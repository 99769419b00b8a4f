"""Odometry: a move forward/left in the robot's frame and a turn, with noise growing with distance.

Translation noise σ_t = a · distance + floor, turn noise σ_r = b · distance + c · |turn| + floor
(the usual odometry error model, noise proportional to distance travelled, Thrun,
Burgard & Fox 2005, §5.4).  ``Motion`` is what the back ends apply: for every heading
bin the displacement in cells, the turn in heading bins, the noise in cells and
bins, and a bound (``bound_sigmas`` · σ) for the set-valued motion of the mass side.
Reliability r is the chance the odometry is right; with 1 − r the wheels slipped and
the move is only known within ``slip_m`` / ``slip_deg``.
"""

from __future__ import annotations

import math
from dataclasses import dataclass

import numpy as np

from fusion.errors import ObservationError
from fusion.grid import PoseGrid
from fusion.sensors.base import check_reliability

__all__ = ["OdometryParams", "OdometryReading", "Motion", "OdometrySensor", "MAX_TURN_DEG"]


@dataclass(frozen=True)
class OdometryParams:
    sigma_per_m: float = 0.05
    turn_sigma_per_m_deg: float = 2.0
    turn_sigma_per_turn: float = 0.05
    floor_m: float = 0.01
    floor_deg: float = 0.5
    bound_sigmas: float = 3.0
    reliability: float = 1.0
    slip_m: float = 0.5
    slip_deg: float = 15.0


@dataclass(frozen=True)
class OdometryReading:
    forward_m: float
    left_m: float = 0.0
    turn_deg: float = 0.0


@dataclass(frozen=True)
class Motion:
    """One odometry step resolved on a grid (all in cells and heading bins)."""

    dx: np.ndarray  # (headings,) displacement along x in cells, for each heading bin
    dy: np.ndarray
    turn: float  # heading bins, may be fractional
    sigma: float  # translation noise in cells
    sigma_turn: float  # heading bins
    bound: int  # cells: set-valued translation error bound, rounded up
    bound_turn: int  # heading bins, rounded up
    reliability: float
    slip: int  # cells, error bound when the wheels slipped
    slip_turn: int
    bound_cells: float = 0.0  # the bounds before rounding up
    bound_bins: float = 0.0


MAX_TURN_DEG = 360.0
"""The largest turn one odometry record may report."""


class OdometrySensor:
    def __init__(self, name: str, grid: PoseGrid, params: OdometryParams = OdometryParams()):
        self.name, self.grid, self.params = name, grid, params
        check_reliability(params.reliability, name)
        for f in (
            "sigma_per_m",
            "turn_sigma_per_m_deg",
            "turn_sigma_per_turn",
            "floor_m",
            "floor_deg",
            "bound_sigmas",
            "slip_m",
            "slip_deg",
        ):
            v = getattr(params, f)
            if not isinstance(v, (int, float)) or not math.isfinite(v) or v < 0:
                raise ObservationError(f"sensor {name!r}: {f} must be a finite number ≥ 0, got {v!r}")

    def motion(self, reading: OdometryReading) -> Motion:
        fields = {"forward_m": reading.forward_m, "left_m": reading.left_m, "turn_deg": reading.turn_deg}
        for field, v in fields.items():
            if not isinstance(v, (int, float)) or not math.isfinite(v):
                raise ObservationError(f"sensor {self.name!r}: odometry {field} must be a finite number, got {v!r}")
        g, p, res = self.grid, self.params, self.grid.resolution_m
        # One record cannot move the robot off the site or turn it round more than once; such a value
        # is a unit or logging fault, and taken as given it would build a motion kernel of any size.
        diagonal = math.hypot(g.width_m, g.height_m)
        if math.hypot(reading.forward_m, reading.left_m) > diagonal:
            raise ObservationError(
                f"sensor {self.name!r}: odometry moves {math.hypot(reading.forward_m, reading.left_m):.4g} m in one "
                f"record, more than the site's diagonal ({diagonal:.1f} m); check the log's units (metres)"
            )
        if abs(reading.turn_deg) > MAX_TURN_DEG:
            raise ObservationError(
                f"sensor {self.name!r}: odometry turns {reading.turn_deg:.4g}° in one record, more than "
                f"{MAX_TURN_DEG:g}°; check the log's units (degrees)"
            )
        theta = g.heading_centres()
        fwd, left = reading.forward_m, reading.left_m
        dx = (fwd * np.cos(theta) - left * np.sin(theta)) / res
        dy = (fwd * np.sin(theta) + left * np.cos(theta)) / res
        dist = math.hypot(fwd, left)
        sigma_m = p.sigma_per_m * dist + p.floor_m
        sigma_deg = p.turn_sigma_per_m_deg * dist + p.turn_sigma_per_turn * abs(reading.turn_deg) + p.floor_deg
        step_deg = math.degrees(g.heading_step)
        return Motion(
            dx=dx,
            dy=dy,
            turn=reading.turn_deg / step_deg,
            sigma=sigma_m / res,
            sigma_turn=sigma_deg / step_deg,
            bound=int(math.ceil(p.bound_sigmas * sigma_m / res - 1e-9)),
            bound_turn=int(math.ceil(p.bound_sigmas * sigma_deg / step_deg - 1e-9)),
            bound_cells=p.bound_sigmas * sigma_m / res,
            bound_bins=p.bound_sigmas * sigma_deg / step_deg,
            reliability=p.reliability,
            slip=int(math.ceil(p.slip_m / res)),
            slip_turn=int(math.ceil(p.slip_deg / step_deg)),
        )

════════════════════

■ WORK ITEM ■
Produce the records once again, exactly as they stand above.

■ ANSWER TO THIS TASK ■
repository 99769419b00b8a4f
"""Odometry: a move forward/left in the robot's frame and a turn, with noise growing with distance.

Translation noise σ_t = a · distance + floor, turn noise σ_r = b · distance + c · |turn| + floor
(the usual odometry error model, noise proportional to distance travelled, Thrun,
Burgard & Fox 2005, §5.4).  ``Motion`` is what the back ends apply: for every heading
bin the displacement in cells, the turn in heading bins, the noise in cells and
bins, and a bound (``bound_sigmas`` · σ) for the set-valued motion of the mass side.
Reliability r is the chance the odometry is right; with 1 − r the wheels slipped and
the move is only known within ``slip_m`` / ``slip_deg``.
"""

from __future__ import annotations

import math
from dataclasses import dataclass

import numpy as np

from fusion.errors import ObservationError
from fusion.grid import PoseGrid
from fusion.sensors.base import check_reliability

__all__ = ["OdometryParams", "OdometryReading", "Motion", "OdometrySensor", "MAX_TURN_DEG"]


@dataclass(frozen=True)
class OdometryParams:
    sigma_per_m: float = 0.05
    turn_sigma_per_m_deg: float = 2.0
    turn_sigma_per_turn: float = 0.05
    floor_m: float = 0.01
    floor_deg: float = 0.5
    bound_sigmas: float = 3.0
    reliability: float = 1.0
    slip_m: float = 0.5
    slip_deg: float = 15.0


@dataclass(frozen=True)
class OdometryReading:
    forward_m: float
    left_m: float = 0.0
    turn_deg: float = 0.0


@dataclass(frozen=True)
class Motion:
    """One odometry step resolved on a grid (all in cells and heading bins)."""

    dx: np.ndarray  # (headings,) displacement along x in cells, for each heading bin
    dy: np.ndarray
    turn: float  # heading bins, may be fractional
    sigma: float  # translation noise in cells
    sigma_turn: float  # heading bins
    bound: int  # cells: set-valued translation error bound, rounded up
    bound_turn: int  # heading bins, rounded up
    reliability: float
    slip: int  # cells, error bound when the wheels slipped
    slip_turn: int
    bound_cells: float = 0.0  # the bounds before rounding up
    bound_bins: float = 0.0


MAX_TURN_DEG = 360.0
"""The largest turn one odometry record may report."""


class OdometrySensor:
    def __init__(self, name: str, grid: PoseGrid, params: OdometryParams = OdometryParams()):
        self.name, self.grid, self.params = name, grid, params
        check_reliability(params.reliability, name)
        for f in (
            "sigma_per_m",
            "turn_sigma_per_m_deg",
            "turn_sigma_per_turn",
            "floor_m",
            "floor_deg",
            "bound_sigmas",
            "slip_m",
            "slip_deg",
        ):
            v = getattr(params, f)
            if not isinstance(v, (int, float)) or not math.isfinite(v) or v < 0:
                raise ObservationError(f"sensor {name!r}: {f} must be a finite number ≥ 0, got {v!r}")

    def motion(self, reading: OdometryReading) -> Motion:
        fields = {"forward_m": reading.forward_m, "left_m": reading.left_m, "turn_deg": reading.turn_deg}
        for field, v in fields.items():
            if not isinstance(v, (int, float)) or not math.isfinite(v):
                raise ObservationError(f"sensor {self.name!r}: odometry {field} must be a finite number, got {v!r}")
        g, p, res = self.grid, self.params, self.grid.resolution_m
        # One record cannot move the robot off the site or turn it round more than once; such a value
        # is a unit or logging fault, and taken as given it would build a motion kernel of any size.
        diagonal = math.hypot(g.width_m, g.height_m)
        if math.hypot(reading.forward_m, reading.left_m) > diagonal:
            raise ObservationError(
                f"sensor {self.name!r}: odometry moves {math.hypot(reading.forward_m, reading.left_m):.4g} m in one "
                f"record, more than the site's diagonal ({diagonal:.1f} m); check the log's units (metres)"
            )
        if abs(reading.turn_deg) > MAX_TURN_DEG:
            raise ObservationError(
                f"sensor {self.name!r}: odometry turns {reading.turn_deg:.4g}° in one record, more than "
                f"{MAX_TURN_DEG:g}°; check the log's units (degrees)"
            )
        theta = g.heading_centres()
        fwd, left = reading.forward_m, reading.left_m
        dx = (fwd * np.cos(theta) - left * np.sin(theta)) / res
        dy = (fwd * np.sin(theta) + left * np.cos(theta)) / res
        dist = math.hypot(fwd, left)
        sigma_m = p.sigma_per_m * dist + p.floor_m
        sigma_deg = p.turn_sigma_per_m_deg * dist + p.turn_sigma_per_turn * abs(reading.turn_deg) + p.floor_deg
        step_deg = math.degrees(g.heading_step)
        return Motion(
            dx=dx,
            dy=dy,
            turn=reading.turn_deg / step_deg,
            sigma=sigma_m / res,
            sigma_turn=sigma_deg / step_deg,
            bound=int(math.ceil(p.bound_sigmas * sigma_m / res - 1e-9)),
            bound_turn=int(math.ceil(p.bound_sigmas * sigma_deg / step_deg - 1e-9)),
            bound_cells=p.bound_sigmas * sigma_m / res,
            bound_bins=p.bound_sigmas * sigma_deg / step_deg,
            reliability=p.reliability,
            slip=int(math.ceil(p.slip_m / res)),
            slip_turn=int(math.ceil(p.slip_deg / step_deg)),
        )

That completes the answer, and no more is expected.